[Collected data entries]
=== Begin Enclosure ===
def _repeated(items: list[tuple[str, str]], field: str, hint: str) -> Iterable[Problem]:
    counts = Counter(value for _, value in items)
    seen: set[str] = set()
    for path, value in items:
        if counts[value] > 1:
            if value in seen:
                where = f"{path}.{field}" if field else path
                yield Problem(
                    "duplicate_id", where, f"'{value}' is used more than once", hint, value
                )
            seen.add(value)


def _dataset_problems(path: str, dataset: Dataset) -> Iterable[Problem]:
    if dataset.time_column is None:
        return
    column = next((c for c in dataset.columns if c.name == dataset.time_column), None)
    known = [c.name for c in dataset.columns]
    if column is None:
        yield _unknown(f"{path}.time_column", "column", dataset.time_column, known, dataset.name)
    elif column.type not in TEMPORAL:
        yield Problem(
            "column_type_mismatch",
            f"{path}.time_column",
            f"the time column '{column.name}' has type '{column.type}'",
            "declare it as type 'date' or 'timestamp'",
            column.type.value,
        )
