"""The report definition: its shape (``model``), and validation that reports every problem at once."""
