class TargetChart(ChartBase):
    """Actual against plan or target, per category."""

    intent: Literal["target"]
    category: Name
    actual: Name
    target: Name | None = Field(None, description="A column holding each category's target")
    target_value: Number | None = Field(None, description="One target for every category")
    form: Literal["bars", "deviation"] = "bars"

    @model_validator(mode="after")
    def _one_target(self) -> TargetChart:
        if (self.target is None) == (self.target_value is None):
            raise ValueError("give the target as a column ('target') or a value ('target_value')")
        return self

    def columns(self) -> list[tuple[str, str, Role]]:
        found = [("category", self.category, Role.category), ("actual", self.actual, Role.measure)]
        return found + ([("target", self.target, Role.measure)] if self.target else [])


class DistributionChart(ChartBase):
    """How the values of one measure are spread."""

    intent: Literal["distribution"]
    measure: Name
    form: Literal["histogram", "box"] = "histogram"
    group: Name | None = Field(None, description="A text column: one box per group")
    bins: Annotated[Whole, Field(ge=2, le=200)] | None = None

    def columns(self) -> list[tuple[str, str, Role]]:
        found = [("measure", self.measure, Role.measure)]
        return found + ([("group", self.group, Role.category)] if self.group else [])


class RelationshipChart(ChartBase):
    """Two measures against each other."""

    intent: Literal["relationship"]
    x: Name
    y: Name
    label: Name | None = Field(None, description="A text column naming each point")
    fit: Flag = Field(False, description="Draw a least-squares line, with its r²")

    def columns(self) -> list[tuple[str, str, Role]]:
        found = [("x", self.x, Role.measure), ("y", self.y, Role.measure)]
        return found + ([("label", self.label, Role.category)] if self.label else [])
=== End Enclosure ===
**YOUR INSTRUCTIONS**
Lines from the top of the data above through the line containing "column = next((c" must be repeated exactly. All other lines stay out.

**RESPONSE TO THE TASK**
def _repeated(items: list[tuple[str, str]], field: str, hint: str) -> Iterable[Problem]:
    counts = Counter(value for _, value in items)
    seen: set[str] = set()
    for path, value in items:
        if counts[value] > 1:
            if value in seen:
                where = f"{path}.{field}" if field else path
                yield Problem(
                    "duplicate_id", where, f"'{value}' is used more than once", hint, value
                )
            seen.add(value)


def _dataset_problems(path: str, dataset: Dataset) -> Iterable[Problem]:
    if dataset.time_column is None:
        return
    column = next((c for c in dataset.columns if c.name == dataset.time_column), None)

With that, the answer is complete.